*Your goal*
Would you copy each line of the records that includes the word "problems"?
□ □ □ □ □ □ □
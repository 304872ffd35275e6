"""Several processes on one database: concurrent writers, readers during a write,
noticing other users' changes, and validation that cannot rest on stale reads."""

from __future__ import annotations

import sqlite3
import subprocess
import sys
import textwrap
import time
from datetime import date

import pytest

from logbook.model import Reading
from logbook.store import DatabaseBusy, Store
from logbook.store.bulk import _Declined
from logbook.store.schema import SCHEMA_VERSION

from .conftest import MODELS, READINGS, TODAY, load

WRITERS, PER_WRITER = 4, 500

_WRITER = textwrap.dedent(
    """
    import sys
    from datetime import date, timedelta
    from logbook.model import Reading
    from logbook.store import Store

    path, n, count = sys.argv[1], int(sys.argv[2]), int(sys.argv[3])
    start = date(2020, 1, 1)
    with Store(path, create=False, user=f"writer{n}") as store:
        for k in range(count):
            store.add_reading(
                Reading(id=None, serial=f"W-{n}", taken_on=start + timedelta(days=k), machine_hours=100.0 + 10 * k,
                        servo_pressure_bar=25.0 + (k % 7) / 10),
                today=date(2026, 1, 1),
            )
    print("done", n)
    """
)


def _fleet_for_writers(path) -> None:
    machines = "unit,site\n" + "".join(f"W-M{n},Test Yard\n" for n in range(WRITERS))
    pumps = "serial,model,machine,position,fitted_on,machine_hours_at_fit\n" + "".join(
        f"W-{n},TX-90,W-M{n},main,2019-12-01,50\n" for n in range(WRITERS)
    )
    with Store(path, user="setup") as s:
        for table, data in (("models", MODELS), ("machines", machines.encode()), ("pumps", pumps.encode())):
            load(s, table, data)


def test_four_processes_each_writing_500_readings_at_once(tmp_path):
    path = tmp_path / "shared.db"
    _fleet_for_writers(path)
    procs = [
        subprocess.Popen([sys.executable, "-c", _WRITER, str(path), str(n), str(PER_WRITER)],
                         stdout=subprocess.PIPE, stderr=subprocess.PIPE, text=True)
        for n in range(WRITERS)
    ]
    results = [p.communicate(timeout=240) + (p.returncode,) for p in procs]
    for out, err, code in results:
        assert code == 0 and err == "" and out.startswith("done"), err[-2000:]
    with Store(path) as s:
        rows = s.conn.execute("SELECT serial, taken_on, count(*) FROM readings GROUP BY serial, taken_on").fetchall()
        assert len(rows) == WRITERS * PER_WRITER and all(n == 1 for *_, n in rows)
        per_writer = dict(s.conn.execute("SELECT who, count(*) FROM audit WHERE table_name = 'readings' GROUP BY who"))
        assert per_writer == {f"writer{n}": PER_WRITER for n in range(WRITERS)}
        assert s.check() == []


def test_other_processes_commits_are_noticed(store):
    seen_count, seen_version = store.change_count(), store.data_version()
    code = textwrap.dedent(
        f"""
        from datetime import date
        from logbook.model import Reading
        from logbook.store import Store
        with Store({store.path!r}, create=False, user="other") as s:
            s.add_reading(Reading(id=None, serial="S-200", taken_on=date(2025, 6, 1), machine_hours=5600,
                                  servo_pressure_bar=25.0), today=date(2026, 1, 1))
        """
    )
    subprocess.run([sys.executable, "-c", code], check=True, timeout=60)
    assert store.change_count() > seen_count
    assert store.data_version() != seen_version
    # Our own commits do not move data_version (SQLite documents this), but do move change_count.
    version, count = store.data_version(), store.change_count()
    store.add_reading(Reading(id=None, serial="S-200", taken_on=date(2025, 7, 1), machine_hours=5700,
                              servo_pressure_bar=25.0), today=TODAY)
    assert store.data_version() == version and store.change_count() > count


def test_readers_are_not_blocked_by_a_writer_and_writers_give_up_cleanly(store):
    other = sqlite3.connect(store.path, isolation_level=None)
    other.execute("BEGIN IMMEDIATE")  # another user holds the write lock
    try:
        fleet = store.fleet()  # WAL: reading goes on
        assert set(fleet.pumps) == {"S-100", "S-200", "S-300"}
        store.WRITE_ATTEMPTS = 2
        store.conn.execute("PRAGMA busy_timeout = 50")
        before = store.counts()
        started = time.monotonic()
        with pytest.raises(DatabaseBusy, match="stayed locked"):
            store.add_reading(Reading(id=None, serial="S-200", taken_on=date(2025, 6, 1), machine_hours=5600,
                                      servo_pressure_bar=25.0), today=TODAY)
        assert time.monotonic() - started < 5  # bounded
    finally:
        other.execute("ROLLBACK")
        other.close()
    assert store.counts() == before


def test_a_write_racing_another_is_checked_again_under_the_lock(store, tmp_path):
    """Between our check and our write another user records 1600 h on 2025-07-01; our
    1700 h on 2025-06-01 would then make M-1's meter run backwards and must be refused."""
    other = Store(store.path, user="other")
    real_check = store._check_readings
    calls = []

    def check_then_let_the_other_user_write(*args, **kwargs):
        result = real_check(*args, **kwargs)
        if not calls:
            other.add_reading(Reading(id=None, serial="S-100", taken_on=date(2025, 7, 1), machine_hours=1600,
                                      servo_pressure_bar=25.0), today=TODAY)
        calls.append(result)
        return result

    store._check_readings = check_then_let_the_other_user_write
    report = store.add_readings(
        [Reading(id=None, serial="S-100", taken_on=date(2025, 6, 1), machine_hours=1700, servo_pressure_bar=25.0)],
        today=TODAY,
    )
    assert len(calls) == 2 and calls[0].problems == []  # first check passed on the old state
    assert report.added == 0 and "machine_hours" in report.problems[0].field
    assert [r.machine_hours for r in store.readings("S-100")] == [1100, 1500, 1600]
    other.close()


def test_two_stores_creating_one_new_file_at_once(tmp_path):
    path = tmp_path / "new.db"
    code = f"from logbook.store import Store\nStore({str(path)!r}).close()\nprint('ok')"
    procs = [subprocess.Popen([sys.executable, "-c", code], stdout=subprocess.PIPE, stderr=subprocess.PIPE, text=True)
             for _ in range(3)]
    outs = [p.communicate(timeout=60) for p in procs]
    assert all(out.strip() == "ok" and err == "" for out, err in outs), outs
    with Store(path) as s:
        assert s.schema_version() == SCHEMA_VERSION and s.check() == []


def test_an_import_writes_one_audit_row_for_the_file(store):
    # The conftest fleet: three readings imported from one file -> one audit row naming it.
    assert store.counts()["readings"] == READINGS.count(b"\n") - 1
    rows = [a for a in store.audit_trail() if a["table_name"] == "readings"]
    assert [a["action"] for a in rows] == ["import"] and '"file": "readings.csv"' in rows[0]["after_json"]


def test_the_same_file_imported_by_two_jobs_at_once_lands_once(tmp_path):
    """Both jobs check the file before either writes; the second, re-checking under the
    lock, finds every row present and writes nothing (no second import row either)."""
    from logbook.imports import import_bytes

    path = tmp_path / "twice.db"
    _fleet_for_writers(path)
    data = ("serial,date,machine_hours,servo_pressure\n" + "".join(
        f"W-{n},2020-01-{d + 1:02d},{100 + d},25\n" for n in range(WRITERS) for d in range(20))).encode()
    first, second = Store(path, user="cron1"), Store(path, user="cron2")
    real_check = second._check_readings

    def first_job_writes_meanwhile(*args, **kwargs):
        result = real_check(*args, **kwargs)
        if not first.readings():
            assert import_bytes(first, "readings", data, name="r.csv", today=TODAY).added == 80
        return result

    def row_by_row(*args, **kwargs):
        raise _Declined  # send the second job down the row-by-row path, where the hook sits

    second._check_readings = first_job_writes_meanwhile
    second._check_columns = row_by_row
    report = import_bytes(second, "readings", data, name="r.csv", today=TODAY)
    assert report.problems == [] and report.added == 0 and report.already_present == 80
    assert second.counts()["readings"] == 80
    assert second.conn.execute("SELECT count(*) FROM imports").fetchone()[0] == 1
    first.close()
    second.close()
□ □ □ □ □ □ □
*Task output*
    assert len(calls) == 2 and calls[0].problems == []  # first check passed on the old state
    assert report.added == 0 and "machine_hours" in report.problems[0].field
    assert report.problems == [] and report.added == 0 and report.already_present == 80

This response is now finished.